Just when we were ready to drive away, I realized there was another problem: The left side of the bumper was completely loose, jutting out from the car three inches, and it was plastic and flimsy. On closer inspection, we noticed that five screws supposed to affix the bumper to the rear of the car were missing.
So as soon as we started driving, the wind would start catching the bumper and pulling it backward, and once we got up to highway speed, the wind shear would rip the bumper completely off the left side of the car.
We spent 10 minutes trying to MacGuyver a fix. Duct tape? None. Rope? Nope. Tools? Neither.
Jordan, concerned that my sweat-drenched face had reached the color of cooked lobster, told me to sit down in the shade on the park bench and take a break.
Happily, a man came walking toward us, southbound in the northbound lane of the Costanera Sur, and I asked if he knew where there was a taller near here with a mecánico. He said there was one in Matapalo, 7 kilometers behind us, while Quepos and Manuel Antonio were 22 km in front of us.
We turned around. I drove 50 kph, watching my fluttering bumper in my side-view mirror and pulling to the shoulder for cars behind me with a need for speed.
Reaching Matapalo, we found a garage and asked the man and woman sitting in front if they could help us with some repairs. The man said they were closed for lunch and would reopen at 1:30.
“I’ll pay double,” I said.
The man explained that the mechanic was out for lunch and wouldn’t be back for a half-hour. But he helpfully added that there was another shop right down the road, just past the bridge.
We thanked him and drove on, and just past the bridge we found a garage with a sign advertising tire repair. Buena nota.
I pulled up and asked a man under a car if he could help me with some repairs. He said sure, I just had to wait until he was done with this car.
The middle-aged mechanic, whose name was Jorge, finished with his current job and turned to mine in about 20 minutes. I explained what had happened and asked if he could screw the left side of my bumper back onto my car. Jorge went to work.
Jordan told me my face was bright pink. I was still completely covered in sweat, and my hands were filthy.
“Mucho calor,” Jorge said. I told him I just had to change a tire on the highway in the sun.

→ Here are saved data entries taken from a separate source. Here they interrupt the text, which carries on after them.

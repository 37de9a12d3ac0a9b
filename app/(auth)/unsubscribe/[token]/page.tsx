import type { Metadata } from "next";
import Link from "next/link";
import { UnsubscribeForm } from "@/components/mail/unsubscribe-form";
import { REMINDER_LABELS } from "@/lib/mail/kinds";
import { describeUnsubscribe } from "@/lib/mail/service";
import { unsubscribeAction } from "../../actions";

export const metadata: Metadata = { title: "Stop an e-mail" };

/**
 * Where an e-mail's unsubscribe link lands: one button, no sign-in. Opening the page changes
 * nothing (mail scanners open links); the button does.
 */
export default async function UnsubscribePage({ params }: { params: Promise<{ token: string }> }) {
  const { token } = await params;
  const link = await describeUnsubscribe(token);
  if (!link) {
    return (
      <>
        <h1 className="text-3xl font-bold">This link cannot be used</h1>
        <p className="rounded-lg border-2 border-stop bg-stop-bg p-3 text-lg font-bold text-stop">
          The unsubscribe link is not valid. Sign in and open the E-mail page to choose what Linkyard sends you.
        </p>
        <Link className="text-lg underline" href="/sign-in">Go to sign in</Link>
      </>
    );
  }
  const label = REMINDER_LABELS[link.kind];
  return (
    <>
      <h1 className="text-3xl font-bold">{`Stop ${label.short}?`}</h1>
      <p className="text-lg">
        For <strong>{link.email}</strong>: {label.about}
      </p>
      {link.alreadyOff && <p className="rounded-lg border-2 border-ink-soft p-3 text-lg">They are already off for you.</p>}
      <UnsubscribeForm token={token} label={`Stop ${label.short}`} action={unsubscribeAction} />
      <p className="text-base">Your other e-mails stay as they are. To turn this one on again, sign in and open the E-mail page.</p>
      <Link className="text-lg underline" href="/preferences">Choose all your e-mails (sign in)</Link>
    </>
  );
}
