import { getSavedCheck, insertSavedCheck, listSavedChecks } from "@/db/saved-checks";
import { can } from "@/lib/auth/roles";
import { conflict } from "@/lib/http/errors";
import { route } from "@/lib/http/route";
import { checkSecurement, maySaveOver, savedCheckAnswer, savedCheckInputSchema } from "@/lib/securement";

// Load checks saved by name. Every role may list and save them (every role may run checks);
// see lib/securement/saved.ts for who may change or delete one.

/** The organisation's saved checks, most recently changed first. */
export const GET = route("securement.check", {}, async ({ principal }) => {
  const rows = await listSavedChecks(principal.organisationId);
  return { data: rows.map((r) => ({ ...r, mayChange: maySaveOver({ userId: principal.userId, mayChangeAny: can(principal, "fleet.manage") }, r.savedById) })) };
});

/** Saves a check under a new name: 201 with the saved check and its answer; 409 when the name is taken. */
export const POST = route("securement.check", { body: savedCheckInputSchema }, async ({ principal, body }) => {
  const passAtSave = checkSecurement(body.request).pass;
  const saved = await insertSavedCheck(principal.organisationId, { name: body.name, request: body.request, passAtSave }, principal.userId);
  if ("refused" in saved) throw conflict(`A check named "${body.name}" is already saved. Choose another name, or open that one and save over it.`, [{ path: "name", message: "This name is already used by a saved check." }]);
  const row = (await getSavedCheck(principal.organisationId, saved.id))!;
  return Response.json(savedCheckAnswer(row, true), { status: 201 });
});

Jorge, who turned out to be a comedian as well as a mechanic, asked if the giant Jordan couldn’t have acted as a shade tree for me while I was changing the tire.

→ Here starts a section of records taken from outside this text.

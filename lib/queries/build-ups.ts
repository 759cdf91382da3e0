"use client";

import { queryOptions, useMutation, useQueryClient } from "@tanstack/react-query";
import type { BuildUpView } from "@/lib/services/build-ups";
import type { AttachmentSummary } from "@/lib/services/attachments";
import { api, postForm } from "./api";
import { keys } from "./keys";

const base = (projectId: string) => `/api/v1/projects/${encodeURIComponent(projectId)}/build-ups`;

export const buildUpsQuery = (projectId: string) =>
  queryOptions({
    queryKey: keys.buildUps(projectId),
    queryFn: () => api<{ buildUps: BuildUpView[] }>(base(projectId)).then((r) => r.buildUps),
  });

export function useCreateBuildUp(projectId: string) {
  const qc = useQueryClient();
  return useMutation({
    mutationFn: (input: unknown) => api<BuildUpView>(base(projectId), { method: "POST", body: input }),
    onSuccess: () => qc.invalidateQueries({ queryKey: keys.buildUps(projectId) }),
  });
}

export function useSaveBuildUp(projectId: string, buildUpId: string) {
  const qc = useQueryClient();
  return useMutation({
    mutationFn: (input: unknown) => api<BuildUpView>(`${base(projectId)}/${encodeURIComponent(buildUpId)}`, { method: "PUT", body: input }),
    onSuccess: (saved) => {
      qc.setQueryData<BuildUpView[]>(keys.buildUps(projectId), (list) => list?.map((b) => (b.id === saved.id ? saved : b)));
      return qc.invalidateQueries({ queryKey: keys.buildUps(projectId) });
    },
  });
}

export function useDeleteBuildUp(projectId: string) {
  const qc = useQueryClient();
  return useMutation({
    mutationFn: (buildUpId: string) => api(`${base(projectId)}/${encodeURIComponent(buildUpId)}`, { method: "DELETE" }),
    onSuccess: () => qc.invalidateQueries({ queryKey: keys.buildUps(projectId) }),
  });
}

export async function fetchBuildUp(projectId: string, buildUpId: string): Promise<BuildUpView> {
  return api<BuildUpView>(`${base(projectId)}/${encodeURIComponent(buildUpId)}`);
}

export async function uploadFile(projectId: string, purpose: string, file: File): Promise<AttachmentSummary> {
  const form = new FormData();
  form.set("purpose", purpose);
  form.set("file", file);
  return postForm<AttachmentSummary>(`/api/v1/projects/${encodeURIComponent(projectId)}/attachments`, form);
}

I asked Jorge how much he would charge me to save my bumper. He said, “¡U! Cien mil colones,” 200 dollars. He was like the Rodney Dangerfield of mechanics.
Within 45 minutes of our arrival at his gates, Jorge had reinserted the steel frame I found on the highway and battened down my flapping bumper with actual screws. I asked him how much I owed him and he said 2,000 colones — $4.

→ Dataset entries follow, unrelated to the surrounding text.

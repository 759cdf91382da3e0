"use client";

import { queryOptions, useMutation, useQueryClient } from "@tanstack/react-query";
import type { Me } from "@/lib/services/settings";
import type { getFirmAccounts } from "@/lib/services/firm";
import type { UpdateSettingsInput } from "@/lib/schemas/settings";
import type { InviteToFirmInput } from "@/lib/schemas/invitation";
import { api } from "./api";
import { keys } from "./keys";

export type FirmView = ReturnType<typeof getFirmAccounts>;

export const meQuery = () => queryOptions({ queryKey: keys.me, queryFn: () => api<Me>("/api/v1/me") });
export const firmQuery = () => queryOptions({ queryKey: keys.firm, queryFn: () => api<FirmView>("/api/v1/firm/accounts") });

export function useUpdateSettings() {
  const qc = useQueryClient();
  return useMutation({
    mutationFn: (input: Partial<UpdateSettingsInput>) => api<Me>("/api/v1/me", { method: "PATCH", body: input }),
    onSuccess: (me) => {
      qc.setQueryData(keys.me, me);
      // Every screen formats lengths by the preference: refetch what is on screen.
      return qc.invalidateQueries();
    },
  });
}

export function useInviteToFirm() {
  const qc = useQueryClient();
  return useMutation({
    mutationFn: (input: Partial<InviteToFirmInput>) => api("/api/v1/firm/invitations", { method: "POST", body: input }),
    onSuccess: () => qc.invalidateQueries({ queryKey: keys.firm }),
  });
}

export function useAcceptInvitation(token: string) {
  return useMutation({
    mutationFn: () => api<{ projectId: string | null }>(`/api/v1/invitations/${encodeURIComponent(token)}/accept`, { method: "POST" }),
  });
}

I told him that wasn’t nearly enough and gave him 3,000, and I would have given him more if I had any bills smaller than 10,000.
Jordan noted that this would cost at least $50 in the U.S. And people say Costa Rica is expensive.
I’m sure you would like this story to end soon, and I would too, so I’ll just cut to the endgame: After leaving Jorge’s place we spent an hour and a half driving to one, two, three and four llanteras, tire repair shops in Quepos, before we found one that had a 235/60 R16 used tire in stock to serve as our new spare.
I paid 16,000 colones, about $32, for this tire, and we were rolling again after a three-hour delay.
Remind me to get four new tires first chance I get.
But you can quote me on this: If you have to suffer the inconvenience of a flat tire anywhere, you couldn’t pick a nicer place to do it than Costa Rica.